**MATERIAL PROVIDED:**
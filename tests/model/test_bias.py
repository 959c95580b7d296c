"""Tests of partpick.model.bias: quiescent current and the thermal-runaway loop (model s.7)."""

import numpy as np
import pytest

from partpick.model import bias as bs
from partpick.model.defaults import DVBE_DT_V_K, LOOP_GAIN_MAX


def test_vbe_tempco_default_is_about_minus_2_mv_per_k():
    # Vbe falls by about 2 mV/K, 2 to 2.5 mV/K (common practice)
    assert 0.002 <= DVBE_DT_V_K <= 0.0025


def test_quiescent_current_float_and_array():
    # Oliver, Hewlett-Packard Journal, Feb. 1971 (from memory): Iq * Re = 26 mV;
    # sub-ohm emitter resistors give tens of mA (common practice): 0.47 ohm -> 55 mA
    assert bs.quiescent_current_a(0.47) == pytest.approx(0.055, abs=0.0005)
    iq = bs.quiescent_current_a(np.array([0.22, 0.33, 0.47, 1.0]))
    np.testing.assert_allclose(iq, [0.1182, 0.0788, 0.0553, 0.026], atol=1e-4)
    assert np.all((iq >= 0.02) & (iq <= 0.15))


def test_loop_theta_float_and_array():
    # two TO-220 devices on a 5 K/W sink: 3 + 0.8 + 2 * 5 = 13.8 K/W
    assert bs.loop_theta_k_w(3.0, 0.8, 5.0, 2) == pytest.approx(13.8)
    np.testing.assert_allclose(bs.loop_theta_k_w(3.0, 0.8, 5.0, np.array([2, 4])), [13.8, 23.8])


# A small runaway-prone stage (common practice): TO-220 devices (Rth_jc 3 K/W,
# insulated Rth_cs 0.8 K/W) on a small 5 K/W sink, rail 10 V, theta = 13.8 K/W.
THETA_SMALL = 3.0 + 0.8 + 2 * 5.0


def test_no_emitter_resistor_runs_away():
    # Re = 0, biased at 100 mA: only re = 26 mV / 0.1 A = 0.26 ohm limits the loop,
    # L = 13.8 * 10 * 2.2e-3 / 0.26 = 1.17 > 1
    gain = bs.thermal_loop_gain(THETA_SMALL, 10.0, 0.0, 0.1)
    assert gain == pytest.approx(13.8 * 10.0 * 2.2e-3 / 0.26)
    assert gain > 1.0


def test_sub_ohm_emitter_resistors_stabilise_array():
    # Re 0.22 / 0.47 ohm at Oliver's Iq: Re + re = 2 Re, L = 0.3036 / (2 Re) = 0.69, 0.32
    re = np.array([0.22, 0.47])
    gain = bs.thermal_loop_gain(THETA_SMALL, 10.0, re, bs.quiescent_current_a(re))
    np.testing.assert_allclose(gain, 13.8 * 10.0 * 2.2e-3 / (2.0 * re))
    assert np.all(gain < 1.0)
    assert gain[1] <= LOOP_GAIN_MAX < gain[0]  # only the larger one meets the 0.5 margin


def test_loop_gain_sign_of_tempco_ignored():
    assert bs.thermal_loop_gain(10.0, 20.0, 0.33, 0.08, -0.0022) == pytest.approx(
        bs.thermal_loop_gain(10.0, 20.0, 0.33, 0.08, 0.0022))


def test_re_power_float_and_array():
    # half-wave of peak 4 A through 0.22 ohm: 16 * 0.22 / 4 = 0.88 W
    assert bs.re_power_w(4.0, 0.22) == pytest.approx(0.88)
    np.testing.assert_allclose(bs.re_power_w(np.array([2.0, 4.0]), 0.5), [0.5, 2.0])


def test_re_power_against_numerical_average():
    # independent route: mean of (Ip sin t)^2 Re over the conducting half, divided by 2 pi
    t = np.linspace(0.0, np.pi, 100_001)
    p_num = np.trapezoid((3.0 * np.sin(t)) ** 2 * 0.33, t) / (2.0 * np.pi)
    assert bs.re_power_w(3.0, 0.33) == pytest.approx(p_num, rel=1e-8)
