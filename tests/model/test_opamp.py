"""Tests of partpick.model.opamp: hand-worked values, textbook examples, independent routes."""

from __future__ import annotations

import numpy as np
import pytest
from scipy.optimize import brentq

from partpick.model.defaults import BASE_DRIVE_MARGIN, GBW_MARGIN, OFFSET_MAX_V
from partpick.model.opamp import (
    common_mode_margin_v,
    gbw_margin_mhz,
    gbw_required_mhz,
    offset_margin_v,
    output_current_margin_a,
    output_current_required_a,
    output_offset_v,
    packages_needed,
    slew_rate_margin_v_us,
    slew_rate_required_v_us,
    supply_max_margin_v,
    supply_min_margin_v,
    supply_span_v,
)


def test_supply_span_both_arrangements() -> None:
    assert supply_span_v(15.0, "split") == 30.0  # +-15 V rails
    assert supply_span_v(12.0, "single") == 24.0  # 24 V supply, Vs = 12 V
    np.testing.assert_array_equal(supply_span_v(np.array([9.0, 17.5]), "split"), [18.0, 35.0])
    with pytest.raises(ValueError, match="arrangement"):
        supply_span_v(12.0, "dual")


def test_supply_margins() -> None:
    # span 17 V at v_min against a 5 V minimum; 39 V at v_max against a 36 V maximum
    assert supply_min_margin_v(17.0, 5.0) == 12.0
    assert supply_max_margin_v(39.0, 36.0) == -3.0
    np.testing.assert_allclose(
        supply_max_margin_v(np.array([30.0, 36.0]), np.array([36.0, 44.0])), [6.0, 8.0]
    )
    np.testing.assert_allclose(supply_min_margin_v(np.array([4.0, 10.0]), 5.0), [-1.0, 5.0])


def test_slew_rate_textbook_full_power_bandwidth() -> None:
    # Sedra & Smith, Microelectronic Circuits, full-power bandwidth f_M = SR / (2 pi V_omax)
    # (from memory): SR = 0.5 V/us, V_omax = 10 V gives f_M = 7.96 kHz.
    assert slew_rate_required_v_us(7.96e3, 10.0) == pytest.approx(0.5, abs=0.001)
    # hand-worked: 2 pi * 20 kHz * 14 V = 1.759 V/us
    assert slew_rate_required_v_us(20e3, 14.0) == pytest.approx(1.759, abs=0.0005)


def test_slew_rate_against_numerical_derivative() -> None:
    f, vp = np.array([10e3, 20e3, 40e3]), np.array([5.0, 14.0, 30.0])
    t = np.linspace(0.0, 1.0, 200_001)[:, None] / f[None, :]  # one period each
    v = vp * np.sin(2 * np.pi * f * t)
    slope_v_us = np.max(np.abs(np.gradient(v, axis=0) / np.gradient(t, axis=0)), axis=0) / 1e6
    np.testing.assert_allclose(slew_rate_required_v_us(f, vp), slope_v_us, rtol=1e-6)
    np.testing.assert_allclose(slew_rate_margin_v_us(3.0, f, vp), 3.0 - slope_v_us, rtol=1e-5)


def test_gbw_required_hand_values() -> None:
    # 10 * 20 * 20 kHz = 4 MHz (margin 10, common practice)
    assert GBW_MARGIN == 10.0
    assert gbw_required_mhz(20.0, 20e3) == pytest.approx(4.0)
    np.testing.assert_allclose(gbw_required_mhz(np.array([1.0, 30.0]), 20e3, 5.0), [0.1, 3.0])
    assert gbw_margin_mhz(3.0, 20.0, 20e3) == pytest.approx(-1.0)


def test_gbw_closed_loop_bandwidth_independent_route() -> None:
    # A single-pole op-amp with the required GBW, closed at gain G, has its -3 dB
    # point at GBW / G = margin * f_high (Sedra & Smith, closed-loop bandwidth of
    # the non-inverting amplifier, from memory). Solve |A_cl(f)| = G/sqrt(2) numerically.
    gain, f_high = 20.0, 20e3
    gbw_hz = gbw_required_mhz(gain, f_high) * 1e6
    a0 = 1e5
    f_pole = gbw_hz / a0

    def closed_loop_minus_3db(f: float) -> float:
        a = a0 / (1 + 1j * f / f_pole)
        return abs(a / (1 + a / gain)) - gain / np.sqrt(2)

    f3 = brentq(closed_loop_minus_3db, f_high, 100 * f_high)
    assert f3 == pytest.approx(GBW_MARGIN * f_high, rel=1e-3)


def test_common_mode_margin() -> None:
    # Vs_min 12 V, 1 V rms input (1.414 V peak), 1.5 V headroom: 9.086 V
    assert common_mode_margin_v(12.0, 1.414, 1.5) == pytest.approx(9.086)
    np.testing.assert_allclose(
        common_mode_margin_v(np.array([3.0, 12.0]), 1.0, np.array([2.5, 2.0])), [-0.5, 9.0]
    )


def test_output_offset_and_margin() -> None:
    # 2 mV * 20 = 40 mV; 10 mV inside the 50 mV limit (common practice)
    assert output_offset_v(2.0, 20.0) == pytest.approx(0.040)
    assert OFFSET_MAX_V == 0.050
    assert offset_margin_v(0.040) == pytest.approx(0.010)
    assert offset_margin_v(-0.060) == pytest.approx(-0.010)  # sign of the offset does not matter
    np.testing.assert_allclose(
        output_offset_v(np.array([0.5, 5.0]), np.array([10.0, 30.0])), [0.005, 0.15]
    )
    np.testing.assert_allclose(offset_margin_v(np.array([0.005, 0.15]), 0.1), [0.095, -0.05])


def test_output_current_required() -> None:
    # 1.5 * 10 mA + 20 V / (19k + 1k) = 15 mA + 1 mA = 16 mA
    assert BASE_DRIVE_MARGIN == 1.5
    assert output_current_required_a(0.01, 20.0, 19e3, 1e3) == pytest.approx(0.016)
    got = output_current_required_a(np.array([0.0, 0.02]), 10.0, 9e3, 1e3, k=2.0)
    np.testing.assert_allclose(got, [0.001, 0.041])
    assert output_current_margin_a(0.025, 0.016) == pytest.approx(0.009)


def test_packages_needed() -> None:
    assert packages_needed(2, 2) == 1
    assert packages_needed(3, 2) == 2
    assert packages_needed(2, 4) == 1
    assert packages_needed(0, 1) == 0
    got = packages_needed(np.array([1, 2, 3, 4, 5]), np.array([1, 2, 2, 4, 4]))
    assert got.dtype.kind == "i"
    np.testing.assert_array_equal(got, [1, 1, 2, 1, 2])
    np.testing.assert_array_equal(got, np.ceil(np.array([1, 2, 3, 4, 5]) / [1, 2, 2, 4, 4]))
    with pytest.raises(ValueError):
        packages_needed(2, 0)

**WHAT THE TASK REQUIRES:**
Every line in the data above that contains the word "raises" should be copied.

**ANSWER BOX:**
    with pytest.raises(ValueError, match="arrangement"):
    with pytest.raises(ValueError):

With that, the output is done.